3. Think of retirement timing
In some cases, working after reaching your official retirement age is beneficial for you. Depending on your pension plan and the country you live in, your pension may gradually increase each month that you work over the state-defined retirement term. However, if you receive social security benefits and keep working, they may get reduced, depending on your income. Analyse your specific situation with the help of a financial advisor to decide when it will be best to finish your employment duties.
4. Start saving
Even with the most generous pension plan, you will need to have some extra savings. To begin with, emergencies always happen. Unexpected bills for your car or house repairs may undermine your thin retirement budget. Moreover, there may be delays in the start date of pensions or Social Security payments. The ideal scenario is to have a few months worth of living expenses stored in a checking or savings account with flexible withdrawal terms. To have this lump sum, you need to start saving early.
If you don’t want to have your spare money sitting idly in a checking account, you may keep them invested in a tax-advantaged retirement account. Keep in mind that various sources of retirement income are taxable as well as regular income. Others are either partially taxable or tax-free. Clarify the tax liabilities before opening any type of bank accounts to avoid an unpleasant surprise. If chosen wisely, retirement investment options can become a source of consistent income and make your retirement years very pleasant. Your investment portfolio must be properly diversified to sustain for a few decades at least. Remember that you’ll need to regularly withdraw some amount of earned money, so allocate your funds accordingly.

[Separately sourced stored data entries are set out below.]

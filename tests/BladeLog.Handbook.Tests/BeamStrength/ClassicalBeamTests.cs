using BladeLog.Handbook.BeamStrength;
using BladeLog.Handbook.Quantities;

namespace BladeLog.Handbook.Tests.BeamStrength;

/// <summary>A very long, very thin band under next to no tension is the narrow rectangular beam of the textbooks:
/// Timoshenko and Gere, Theory of Elastic Stability, chapter 6 (from memory). Loads as P L²/√(E Iy G J).</summary>
public class ClassicalBeamTests
{
    private const double L = 1000, b = 0.01, t = 1e-6, Nu = 0.30, E = 206e9;
    private const double Point = 1e-5;
    private static readonly double EI = E * b * t * t * t / 12;
    private static readonly double GJ = E / (2 * (1 + Nu)) * (b * t * t * t / 3) * (1 - (0.63 * t / b));

    [Theory]
    [InlineData(Point, 16.94, 0.005)]
    [InlineData(1.0, 28.3, 0.05)]
    public void An_untied_beam_buckles_at_the_textbook_load(double heightOverSpan, double published, double printed) =>
        Assert.Equal(published, Load(heightOverSpan, 25), printed);

    // Independent program, band stability specification 7.
    [Theory]
    [InlineData(1, 17.8845, 28.9112)]
    [InlineData(3, 16.9736, 28.3248)]
    [InlineData(5, 16.9495, 28.3166)]
    [InlineData(9, 16.9384, 28.3151)]
    [InlineData(15, 16.9366, 28.3150)]
    [InlineData(25, 16.9362, 28.3150)]
    public void The_series_closes_in_on_it_as_the_reference_does(int terms, double point, double spread)
    {
        Assert.Equal(point, Load(Point, terms), 0.0004);
        Assert.Equal(spread, Load(1, terms), 0.0004);
    }

    // Independent program, band stability specification 7; beside it the first-order rule 16.94 (1 − 1.74 z) (from memory).
    [Theory]
    [InlineData(0.02, 16.3035, 0.005)]
    [InlineData(0.05, 15.3847, 0.01)]
    [InlineData(0.1, 13.9474, 0.01)]
    [InlineData(0.2, 11.4733, 0.05)]
    public void A_load_above_the_axis_buckles_the_beam_sooner(double z, double reference, double secant)
    {
        double e = z * L / Math.Sqrt(EI / GJ);
        double load = Load(Point, 25, e - (b / 2));
        Assert.Equal(reference, load, 0.0004);
        ReferenceBands.Near(16.94 * (1 - (1.74 * z)), load, secant);
    }

    [Fact]
    public void A_uniform_moment_buckles_the_beam_at_pi_over_L_root_EI_GJ()
    {
        // The back carried far beyond the guides makes the moment between them almost even.
        GuidedBand band = Beam(Point, 0) with { BackSupportBelow = new Length(1e7), BackSupportAbove = new Length(1e7) };
        double moment = LateralBuckling.CriticalThrust(band, 1, prebuckling: false).Newtons * FrontEdge.GreatestMoment(band).Metres;
        ReferenceBands.Near(Math.PI / L * Math.Sqrt(EI * GJ), moment, 1e-4);
    }

    [Fact]
    public void An_untied_front_edge_goes_slack_as_a_plain_beam()
    {
        // Mid-span point load, moment P S/4: P₁ = 2σtb²/(3S).
        GuidedBand band = Beam(Point, 0);
        ReferenceBands.Near(L / 4, FrontEdge.GreatestMoment(band).Metres, 2e-5);
        ReferenceBands.Near(2 * band.Tension.Pascals * t * b * b / (3 * L), FrontEdge.SlackThrust(band).Newtons, 2e-5);
        // Clamped at both ends, even load over the whole span: S/24 at the middle, (3S² − 3Sh + h²)/(24S) with h = S.
        ReferenceBands.Near(L / 24, FrontEdge.GreatestMoment(Beam(1, 0) with { BackClamped = true }).Metres, 1e-9);
        ReferenceBands.Near(L / 8, FrontEdge.GreatestMoment(band with { BackClamped = true }).Metres, 1e-4);
    }

    private static double Load(double heightOverSpan, int terms, double gullet = 0) =>
        LateralBuckling.CriticalThrust(Beam(heightOverSpan, gullet), terms, prebuckling: false).Newtons * L * L / Math.Sqrt(EI * GJ);

    private static GuidedBand Beam(double heightOverSpan, double gullet) => new()
    {
        Width = new Length(b + gullet),
        Thickness = new Length(t),
        GulletDepth = new Length(gullet),
        Tension = new Stress(1e-12),
        GuideSpan = new Length(L),
        CutHeight = new Length(L * heightOverSpan),
        CutCentre = new Length(L / 2),
        Steel = ReferenceBands.Steel206,
    };
}
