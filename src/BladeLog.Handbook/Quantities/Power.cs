namespace BladeLog.Handbook.Quantities;

/// <summary>A power, in watts. One unit inside; the factories name the unit going in, the properties the one coming out.</summary>
public readonly record struct Power(double Watts);
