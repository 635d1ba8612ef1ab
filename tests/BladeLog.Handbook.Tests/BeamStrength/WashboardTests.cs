using BladeLog.Handbook.BeamStrength;
using BladeLog.Handbook.Quantities;
using CsCheck;
using static BladeLog.Handbook.Tests.BeamStrength.ReferenceBands;

namespace BladeLog.Handbook.Tests.BeamStrength;

/// <summary>Which modes of the band the teeth may swing up (band stability specification 6).</summary>
public class WashboardTests
{
    // 25 x 0.9, 100 MPa, span 300 at 20 m/s: first sideways mode 183.678 Hz, first twist 503.902 Hz (independent program, table B, A12).
    private static readonly GuidedBand A12 = Guided(25, 0.9, 5, 100, 300, 150, 150) with { BandSpeed = new Speed(20) };

    [Theory]
    [InlineData(1.02, true)]
    [InlineData(1.049, true)]
    [InlineData(1.051, false)]
    [InlineData(0.99, false)]
    public void A_mode_is_named_when_the_teeth_pass_a_little_faster_than_it_swings(double ratio, bool named)
    {
        var pitch = new Length(20 / (503.902 * ratio));
        WashboardMode? twist = Washboard.Possible(A12, pitch).SingleOrDefault(m => m.Twisting && m.Mode == 1);
        Assert.Equal(named, twist is not null);
        if (twist is not null)
        {
            Assert.Equal(503.902, twist.Frequency.Hertz, 1e-3);
            Assert.Equal(ratio - 1, twist.Above, 1e-5);
        }
    }

    [Fact]
    public void The_nearest_mode_comes_first_and_every_one_lies_just_below_the_teeth() =>
        Gen.Double[4e-3, 40e-3].Sample(p =>
        {
            double f_t = Washboard.ToothPassing(A12.BandSpeed, new Length(p)).Hertz;
            IReadOnlyList<WashboardMode> modes = Washboard.Possible(A12, new Length(p));
            Assert.All(modes, m => Assert.True(f_t > m.Frequency.Hertz && f_t < 1.05 * m.Frequency.Hertz && m.Mode is >= 1 and <= 8));
            Assert.Equal(modes.OrderBy(m => m.Above), modes);
        });

    // Teeth slower than the first mode or far above the eighth twist cannot swing any.
    [Fact]
    public void Coarse_slow_teeth_name_no_mode()
    {
        Assert.Empty(Washboard.Possible(A12, Length.FromMillimetres(20 * 1000 / 150.0)));
        Assert.Empty(Washboard.Possible(A12, Length.FromMillimetres(0.5)));
    }

    // A tooth row swinging at f_b, sampled tooth by tooth: the phase steps by 2π f_b/f_t, so the pattern repeats after |1/(1 − f_b/f_t)| bites.
    [Fact]
    public void The_pattern_on_the_board()
    {
        Assert.Equal(20 / 500.0, Washboard.AlongBand(new Speed(20), new Frequency(500)).Metres, 1e-12);
        Frequency teeth = new(525), swing = new(500);
        double along = Washboard.AlongFeed(Length.FromMillimetres(0.1), swing, teeth).Millimetres;
        Assert.Equal(2.1, along, 1e-9);
        double bites = along / 0.1;
        Assert.Equal(0, Math.Sin(2 * Math.PI * swing.Hertz / teeth.Hertz * bites), 1e-9);
        Assert.Equal(double.PositiveInfinity, Washboard.AlongFeed(Length.FromMillimetres(0.1), teeth, teeth).Metres);
    }

    [Fact]
    public void Impossible_numbers_are_refused()
    {
        Assert.Throws<ArgumentOutOfRangeException>(() => Washboard.Possible(A12 with { BandSpeed = default }, new Length(0.01)));
        Assert.Throws<ArgumentOutOfRangeException>(() => Washboard.ToothPassing(new Speed(1), default));
        Assert.Throws<ArgumentOutOfRangeException>(() => Washboard.AlongBand(new Speed(1), default));
        Assert.Throws<ArgumentOutOfRangeException>(() => Washboard.AlongFeed(default, new Frequency(1), new Frequency(2)));
    }
}
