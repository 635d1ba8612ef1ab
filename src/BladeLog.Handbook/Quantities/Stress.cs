namespace BladeLog.Handbook.Quantities;

/// <summary>A stress or a modulus, in pascals. One unit inside; the factories name the unit going in, the properties the one coming out.</summary>
public readonly record struct Stress(double Pascals)
{
    /// <summary>From megapascals.</summary>
    public static Stress FromMegapascals(double mpa) => new(mpa * 1e6);

    /// <summary>In megapascals.</summary>
    public double Megapascals => Pascals * 1e-6;
}
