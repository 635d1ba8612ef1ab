namespace BladeLog.Handbook.Quantities;

/// <summary>A force, in newtons. One unit inside; the factories name the unit going in, the properties the one coming out.</summary>
public readonly record struct Force(double Newtons);
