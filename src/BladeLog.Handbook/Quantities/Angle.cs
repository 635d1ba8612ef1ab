namespace BladeLog.Handbook.Quantities;

/// <summary>An angle, in radians. One unit inside; the factories name the unit going in, the properties the one coming out.</summary>
public readonly record struct Angle(double Radians)
{
    /// <summary>From degrees.</summary>
    public static Angle FromDegrees(double deg) => new(deg * Math.PI / 180);

    /// <summary>In degrees.</summary>
    public double Degrees => Radians * 180 / Math.PI;
}
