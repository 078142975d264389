/** The shapes a model may name. */
import { RimlightError } from '../../errors';
import { decay, flat, line, parabola } from './backgrounds';
import { fano } from './fano';
import { gaussian } from './gaussian';
import { lorentzian } from './lorentzian';
import { pseudoVoigt } from './pseudo-voigt';
import type { Shape } from './shape';
import { tailed } from './tailed';
import { voigt } from './voigt';

const shapes: ReadonlyMap<string, Shape> = new Map(
  [gaussian, lorentzian, pseudoVoigt, voigt, tailed, fano, flat, line, parabola, decay].map(
    (shape) => [shape.name, shape],
  ),
);

/** Peaks first, then what they stand on. */
export const shapeNames: readonly string[] = [...shapes.keys()];

/** @throws RimlightError 'recipe' - when there is no such shape */
export function shapeByName(name: string): Shape {
  const shape = shapes.get(name);
  if (shape !== undefined) return shape;
  throw new RimlightError('recipe', {
    what: `there is no shape "${name}"`,
    where: 'model',
    hint: `Use one of ${shapeNames.join(', ')}.`,
  });
}

/** Whether it has an area and a centre; backgrounds have neither. */
export function isPeak({ parameters }: Shape): boolean {
  return parameters[0].name === 'area';
}
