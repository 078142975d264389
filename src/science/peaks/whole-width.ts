/** Where a tailed peak is highest, and how wide any peak is as a whole: neither has a closed form for `tailed`. */
import { tailedAt } from './tailed';
import { fwhmPerSigma, leastWidthEv, voigtFwhm } from './widths';

/** Doubles have no more bits to halve. */
const bisections = 60;

const at = new Float64Array(4);

/**
 * Energy of a tailed peak's maximum, from its centre: 0 without a tail, otherwise below.
 *
 * @param fwhmEv - of the Gaussian
 * @returns eV, to 1e-15 of the distance searched
 */
export function tailedSummit(fwhmEv: number, tailEv: number): number {
  const sigma = Math.max(fwhmEv, leastWidthEv) / fwhmPerSigma;
  const isRising = (x: number): boolean => {
    tailedAt(x, sigma, tailEv, at);
    return at[2] >= 0;
  };
  return isRising(0) ? 0 : crossing(0, -sigma, (x) => !isRising(x));
}

/**
 * Full width at half maximum of a tailed peak as a whole, eV: its Gaussian's without a tail, ln 2 tails
 * without a Gaussian.
 *
 * @param fwhmEv - of the Gaussian
 */
export function tailedFwhm(fwhmEv: number, tailEv: number): number {
  const sigma = Math.max(fwhmEv, leastWidthEv) / fwhmPerSigma;
  const density = (x: number): number => {
    tailedAt(x, sigma, tailEv, at);
    return at[1];
  };
  const summit = tailedSummit(fwhmEv, tailEv);
  const half = density(summit) / 2;
  const isAbove = (x: number): boolean => density(x) > half;
  return crossing(summit, sigma, isAbove) - crossing(summit, -sigma - tailEv, isAbove);
}

/**
 * Full width at half maximum of a peak as a whole, eV; its own `fwhm` for shapes that have one width
 * (a Fano line's is that of its resonance). Voigt: Olivero and Longbothum 1977, within 0.02 %.
 *
 * @param values - in the order of the shape's parameters
 */
export function wholeFwhm(shape: string, values: ArrayLike<number>): number {
  if (shape === 'voigt') return voigtFwhm(values[2], values[3]);
  return shape === 'tailed' ? tailedFwhm(values[2], values[3]) : values[2];
}

/** Where something true at `from` ends to be, in the direction of `step`; it must end somewhere. */
function crossing(from: number, step: number, isTrue: (x: number) => boolean): number {
  let inside = from;
  let outside = from + step;
  for (let reach = step; isTrue(outside); reach *= 2) {
    inside = outside;
    outside += reach;
  }
  for (let turn = 0; turn < bisections; turn++) {
    const middle = 0.5 * (inside + outside);
    if (isTrue(middle)) inside = middle;
    else outside = middle;
  }
  return 0.5 * (inside + outside);
}
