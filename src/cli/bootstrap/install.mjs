/**
 * Installs the dependencies where they are missing or not those of the lock file. Plain JavaScript
 * without dependencies: it runs before there is anything to compile with.
 */
import { spawnSync } from 'node:child_process';
import { existsSync, lstatSync, readFileSync } from 'node:fs';
import { join } from 'node:path';
import { fileURLToPath } from 'node:url';

/** The folder of package.json. */
export const projectFolder = fileURLToPath(new URL('../../..', import.meta.url));

/**
 * @returns true when the dependencies are there; a false is already told on standard error
 */
export function ensureInstalled() {
  if (!isNodeNewEnough()) return false;
  if (isInstalled()) return true;
  process.stderr.write('Installing the dependencies (once) …\n');
  const { status, error } = spawnSync(
    'npm',
    ['ci', '--no-fund', '--no-audit', '--loglevel=error'],
    {
      cwd: projectFolder,
      // Their words belong to standard error: what the command itself prints stays clean.
      stdio: ['ignore', 2, 2],
      env: { ...process.env, NODE_ENV: 'development' },
    },
  );
  if (status === 0) return true;
  const reason = error === undefined ? `npm ci ended with ${status}` : error.message;
  process.stderr.write(
    `rimlight: the dependencies could not be installed (${reason}). Check the network and run \`npm ci\`.\n`,
  );
  return false;
}

/**
 * Whether every package of the lock file is there in its version. npm writes its list of what is
 * installed last, so a broken-off installation has none. A linked folder is somebody else's: `npm ci`
 * would empty it, so it is taken as it is.
 */
function isInstalled() {
  const folder = join(projectFolder, 'node_modules');
  if (lstatSync(folder, { throwIfNoEntry: false })?.isSymbolicLink()) return true;
  const list = join(folder, '.package-lock.json');
  if (!existsSync(list)) return false;
  const installed = readJson(list).packages;
  const wanted = Object.entries(readJson(join(projectFolder, 'package-lock.json')).packages);
  return wanted.every(([place, { version, optional }]) => {
    const isRoot = place === '';
    return isRoot || (installed[place] ? installed[place].version === version : optional === true);
  });
}

function readJson(path) {
  return JSON.parse(readFileSync(path, 'utf8'));
}

function isNodeNewEnough() {
  const { engines } = readJson(join(projectFolder, 'package.json'));
  const [, ...least] = /(\d+)\.(\d+)/.exec(engines.node).map(Number);
  const [major, minor] = process.versions.node.split('.').map(Number);
  if (major > least[0] || (major === least[0] && minor >= least[1])) return true;
  process.stderr.write(
    `rimlight: Node ${process.versions.node} is too old (${process.execPath}). Use Node ${least.join('.')} or newer.\n`,
  );
  return false;
}
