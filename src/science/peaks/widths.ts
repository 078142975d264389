/** Full widths at half maximum and the scales that formulas speak in; heights from areas. */

import { pow } from '../numeric/elementary';

/** Full width of a Gaussian over its standard deviation: 2√(2 ln 2). */
export const fwhmPerSigma = 2.3548200450309493;
/** Widths below this many eV, far below any channel, are taken as this one, so that 0 is a width too. */
export const leastWidthEv = 1e-12;
const sqrtTwoPi = 2.5066282746310002;

/** Counts per eV at the centre of a Gaussian of unit area. */
export function gaussianHeight(fwhmEv: number): number {
  return fwhmPerSigma / (sqrtTwoPi * fwhmEv);
}

/** Counts per eV at the centre of a Lorentzian of unit area. */
export function lorentzianHeight(fwhmEv: number): number {
  return 2 / (Math.PI * fwhmEv);
}

/**
 * Full width of a Voigt profile, within 0.02 % (Olivero and Longbothum, J. Quant. Spectrosc. Radiat.
 * Transf. 17, 233 (1977)).
 */
export function voigtFwhm(fwhmGaussian: number, fwhmLorentzian: number): number {
  const g = fwhmGaussian * fwhmGaussian;
  const l = fwhmLorentzian * fwhmLorentzian;
  return 0.5346 * fwhmLorentzian + Math.sqrt(0.2166 * l + g);
}

/**
 * Width and Lorentzian share of the pseudo-Voigt that is nearest to a Voigt profile (Thompson, Cox
 * and Hastings, J. Appl. Cryst. 20, 79 (1987)).
 */
export function nearestPseudoVoigt(
  fwhmGaussian: number,
  fwhmLorentzian: number,
): { readonly fwhm: number; readonly eta: number } {
  const g = fwhmGaussian;
  const l = fwhmLorentzian;
  const fifth =
    g * g * g * g * g +
    2.69269 * g * g * g * g * l +
    2.42843 * g * g * g * l * l +
    4.47163 * g * g * l * l * l +
    0.07842 * g * l * l * l * l +
    l * l * l * l * l;
  const fwhm = pow(fifth, 0.2);
  const share = l / fwhm;
  return { fwhm, eta: share * (1.36603 - share * (0.47719 - 0.11116 * share)) };
}
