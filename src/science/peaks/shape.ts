/** What a peak or a background is to the fit: expected counts per channel and their derivatives. */

/** Channels of the fit window in ascending energy, shared by all shapes of a model. */
export interface FitGrid {
  /** (n), eV */
  readonly centresEv: Float64Array;
  /** (n), eV */
  readonly widthsEv: Float64Array;
  /** (n + 1), eV */
  readonly edgesEv: Float64Array;
}

/** Channels a shape touches: first ≤ k < end. */
export interface ChannelSpan {
  readonly first: number;
  readonly end: number;
}

export type ParameterUnit =
  | 'counts'
  | 'counts/channel'
  | 'counts/channel/eV'
  | 'counts/channel/eV²'
  | 'eV'
  | '1';

export interface ShapeParameter {
  /** the recipe's name: area, centre, fwhm … */
  readonly name: string;
  /** the expected counts are proportional to it, or a sum in which it is a factor */
  readonly isLinear: boolean;
  readonly unit: ParameterUnit;
}

export interface Shape {
  readonly name: string;
  /** order of values and columns; a peak's area comes first */
  readonly parameters: readonly ShapeParameter[];
  /**
   * Adds the expected counts per channel, and gives their derivatives.
   *
   * @param values - in the order of `parameters`
   * @param counts - (n), added to within the span
   * @param columns - one (n) array per parameter, d counts/d parameter; overwritten within the span,
   * untouched outside, where derivatives are zero; null where they are not asked for
   * @returns the channels touched
   */
  evaluate(
    grid: FitGrid,
    values: Float64Array,
    counts: Float64Array,
    columns: readonly Float64Array[] | null,
  ): ChannelSpan;
}

/** The grid of channels first ≤ k < end of an axis. */
export function gridOf(
  axis: { readonly centresEv: Float64Array; readonly edgesEv: Float64Array },
  first: number,
  end: number,
): FitGrid {
  const centresEv = axis.centresEv.slice(first, end);
  const edgesEv = axis.edgesEv.slice(first, end + 1);
  const widthsEv = centresEv.map((_, k) => edgesEv[k + 1] - edgesEv[k]);
  return { centresEv, widthsEv, edgesEv };
}

/** The channels that reach into low … high, eV. */
export function spanWithin(grid: FitGrid, lowEv: number, highEv: number): ChannelSpan {
  const { edgesEv } = grid;
  const count = edgesEv.length - 1;
  let first = firstAbove(edgesEv, lowEv) - 1;
  if (first < 0) first = 0;
  let end = firstAbove(edgesEv, highEv);
  if (end > count) end = count;
  return end > first ? { first, end } : { first: 0, end: 0 };
}

/** Index of the first edge above a value; the number of edges where there is none. */
function firstAbove(edgesEv: Float64Array, value: number): number {
  let low = 0;
  let high = edgesEv.length;
  while (low < high) {
    const middle = (low + high) >> 1;
    if (edgesEv[middle] > value) high = middle;
    else low = middle + 1;
  }
  return low;
}
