/**
 * `npm run build`: the app into dist/app, the command line into dist/cli. With `--if-stale`, only
 * where sources are newer than the last build.
 */
import { spawnSync } from 'node:child_process';
import {
  chmodSync,
  cpSync,
  existsSync,
  mkdirSync,
  readdirSync,
  rmSync,
  statSync,
  utimesSync,
  writeFileSync,
} from 'node:fs';
import { join } from 'node:path';
import { fileURLToPath } from 'node:url';
import { projectFolder } from './install.mjs';

const inProject = (...parts) => join(projectFolder, ...parts);

/** What the build is made from. */
const sources = [
  ...['src', 'workers', 'public', 'sample-data'],
  ...['index.html', 'vite.config.ts', 'asconfig.json', 'package.json', 'package-lock.json'],
];
/** Written last; its time is the start of the build, so that an edit made meanwhile counts as newer. */
const stamp = inProject('dist', 'built');

/** Builds app and command line, whatever is there. */
export async function buildAll() {
  const startedAt = new Date();
  const { build } = await import('vite');
  rmSync(inProject('dist'), { recursive: true, force: true });
  for (const mode of ['production', 'cli']) {
    await build({ root: projectFolder, mode, logLevel: 'warn' });
  }
  copySamples();
  chmodSync(inProject('dist', 'cli', 'rimlight.js'), 0o755);
  writeFileSync(stamp, '');
  utimesSync(stamp, startedAt, startedAt);
}

/**
 * Builds in a process of its own, so that the bundler's memory goes with it, and only where needed.
 *
 * @returns true when the build is there; a false is already told on standard error
 */
export function ensureBuilt() {
  if (existsSync(stamp) && newestChange() < statSync(stamp).mtimeMs) return true;
  process.stderr.write('Building …\n');
  const { status } = spawnSync(process.execPath, [fileURLToPath(import.meta.url)], {
    cwd: projectFolder,
    stdio: ['ignore', 2, 2],
  });
  return status === 0;
}

/** Demo scans are served beside the app; only scans and their recipes. */
function copySamples() {
  const target = inProject('dist', 'app', 'sample-data');
  mkdirSync(target, { recursive: true });
  for (const name of readdirSync(inProject('sample-data'))) {
    if (/\.(h5|recipe\.json)$/.test(name))
      cpSync(inProject('sample-data', name), join(target, name));
  }
}

function newestChange() {
  const times = sources.flatMap(filesOf).map((path) => statSync(path).mtimeMs);
  return Math.max(0, ...times);
}

/** The recipe's schema is written by the build itself. */
function filesOf(source) {
  const path = inProject(source);
  if (!existsSync(path)) return [];
  if (statSync(path).isFile()) return [path];
  return readdirSync(path, { recursive: true, withFileTypes: true })
    .filter((entry) => entry.isFile() && entry.name !== 'recipe.schema.json')
    .map((entry) => join(entry.parentPath, entry.name));
}

if (process.argv[1] === fileURLToPath(import.meta.url)) {
  if (process.argv.includes('--if-stale')) process.exitCode = ensureBuilt() ? 0 : 1;
  else await buildOrTell();
}

async function buildOrTell() {
  try {
    await buildAll();
  } catch (error) {
    process.stderr.write(`rimlight: the build failed. ${error.message}\n`);
    process.exitCode = 1;
  }
}
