/** Laws of quantiles, against plain sorting. */
import fc from 'fast-check';
import { describe, expect, it } from 'vitest';
import { quantiles } from '../../../src/science/statistics/quantile';

const value = fc.oneof(
  { weight: 6, arbitrary: fc.double({ min: -1e6, max: 1e6, noNaN: true }) },
  { weight: 3, arbitrary: fc.integer({ min: -3, max: 3 }) },
  { weight: 1, arbitrary: fc.constant(Number.NaN) },
);
const values = fc
  .array(value, { minLength: 1, maxLength: 200 })
  .map((list) => Float64Array.from(list));
const shares = fc.array(fc.double({ min: 0, max: 1, noNaN: true }), { minLength: 1, maxLength: 6 });

/** Straight from the definition: h = (n − 1) p, between the two order statistics next to it. */
function bySorting(list: Float64Array, share: number): number {
  const sorted = list.filter((one) => !Number.isNaN(one)).sort();
  if (sorted.length === 0) return Number.NaN;
  const position = share * (sorted.length - 1);
  const rank = Math.floor(position);
  const lower = sorted[rank]!;
  const upper = sorted[Math.min(rank + 1, sorted.length - 1)]!;
  return lower + (position - rank) * (upper - lower);
}

describe('quantiles', () => {
  it('are what sorting gives', () => {
    fc.assert(
      fc.property(values, shares, (list, wanted) => {
        const found = quantiles(list, wanted);
        wanted.forEach((share, index) => {
          const expected = bySorting(list, share);
          if (Number.isNaN(expected)) expect(found[index]).toBeNaN();
          // 1e6 × 2⁻⁵² × a few: the interpolation is written the other way round
          else expect(Math.abs(found[index]! - expected)).toBeLessThanOrEqual(1e-9);
        });
      }),
    );
  });

  it('lie between the least and the greatest value, and rise with the share', () => {
    fc.assert(
      fc.property(values, shares, (list, wanted) => {
        const known = list.filter((one) => !Number.isNaN(one));
        fc.pre(known.length > 0);
        const found = quantiles(
          list,
          [...wanted].sort((a, b) => a - b),
        );
        const bounded = [Math.min(...known), ...found, Math.max(...known)];
        for (let i = 1; i < bounded.length; i++)
          expect(bounded[i]!).toBeGreaterThanOrEqual(bounded[i - 1]!);
      }),
    );
  });

  it('leave the values as they were', () => {
    fc.assert(
      fc.property(values, shares, (list, wanted) => {
        const before = list.slice();
        quantiles(list, wanted);
        expect(list).toEqual(before);
      }),
    );
  });
});
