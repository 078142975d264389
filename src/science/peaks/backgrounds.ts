/**
 * What peaks stand on, counts per channel. Energies are counted from the middle of the window, so
 * that level and slope say different things.
 */
import { exp } from '../numeric/elementary';
import type { ChannelSpan, FitGrid, Shape, ShapeParameter } from './shape';

const level: ShapeParameter = { name: 'level', isLinear: true, unit: 'counts/channel' };
const slope: ShapeParameter = { name: 'slope', isLinear: true, unit: 'counts/channel/eV' };
const curvature: ShapeParameter = {
  name: 'curvature',
  isLinear: true,
  unit: 'counts/channel/eV²',
};

/** level + slope x + curvature x²; as many of them as `parameters` has. */
function polynomial(name: string, parameters: readonly ShapeParameter[]): Shape {
  return {
    name,
    parameters,
    evaluate(grid, values, counts, columns) {
      const { centresEv } = grid;
      const middle = middleOf(grid);
      const degree = parameters.length - 1;
      for (let k = 0; k < centresEv.length; k++) {
        const x = centresEv[k] - middle;
        let power = 1;
        for (let i = 0; i <= degree; i++) {
          counts[k] += values[i] * power;
          if (columns !== null) columns[i][k] = power;
          power *= x;
        }
      }
      return wholeSpan(grid);
    },
  };
}

/** The same counts in every channel. */
export const flat = polynomial('flat', [level]);
/** A straight line. */
export const line = polynomial('line', [level, slope]);
/** A parabola. */
export const parabola = polynomial('parabola', [level, slope, curvature]);

/** level · exp(−x/decay); a negative decay falls toward low energy. */
export const decay: Shape = {
  name: 'decay',
  parameters: [level, { name: 'decay', isLinear: false, unit: 'eV' }],
  evaluate(grid, values, counts, columns) {
    const { centresEv } = grid;
    const middle = middleOf(grid);
    const [height, length] = values;
    for (let k = 0; k < centresEv.length; k++) {
      const x = centresEv[k] - middle;
      const falling = exp(-x / length);
      counts[k] += height * falling;
      if (columns === null) continue;
      columns[0][k] = falling;
      columns[1][k] = (height * falling * x) / (length * length);
    }
    return wholeSpan(grid);
  },
};

function middleOf({ edgesEv }: FitGrid): number {
  return 0.5 * (edgesEv[0] + edgesEv[edgesEv.length - 1]);
}

function wholeSpan({ centresEv }: FitGrid): ChannelSpan {
  return { first: 0, end: centresEv.length };
}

6. Prepare for rising healthcare costs
Most senior people experience more health issues when they retire. You should be prepared that your medical bills will eventually rise. Think about covering them beforehand. While some employers provide health insurance as part of the benefits program, you need to handle healthcare costs yourself when you retire. State insurance programs like Medicare in the US will likely be your option of choice. If you have no such programs in your country, explore private insurance options. It’s always better to pay regular insurance premiums and be sure that you’ll get appropriate medical help when needed rather than postponing your doctor consultations until you can scrape the necessary sum together. In many cases, healthcare timing is crucial for keeping you in good shape for years to come. Learn all about your medical insurance plan. Do some research to have the best coverage for you at a price you can afford. If you already have some chronic diseases or specific health conditions, make sure they’re included in the coverage. Put aside some money for the cases it may not cover like dental procedures, glasses, and contact lenses, etc.
7. Manage debts
You may not be obliged to pay out all your debts before you retire, but you need to thoroughly consider them. Keep in mind all your retirement plans, you may need to get a loan early to fulfil those goals. Banks may be reluctant to give loans or mortgages to retirees due to their lack of regular income. Hence, calculate any remaining mortgage balance at your planned retirement date. If needed, consider refinancing your mortgage when you’re still a part of the workforce, as getting approved may be easier with a constant job income. Your retirement assets may not qualify you to borrow as much.
Another good idea is to list things that have a significant monetary value that could be sold or liquidated if you were in a bad financial situation (art objects, collectables, furniture, property, vehicles). That will provide you with a clearer financial picture.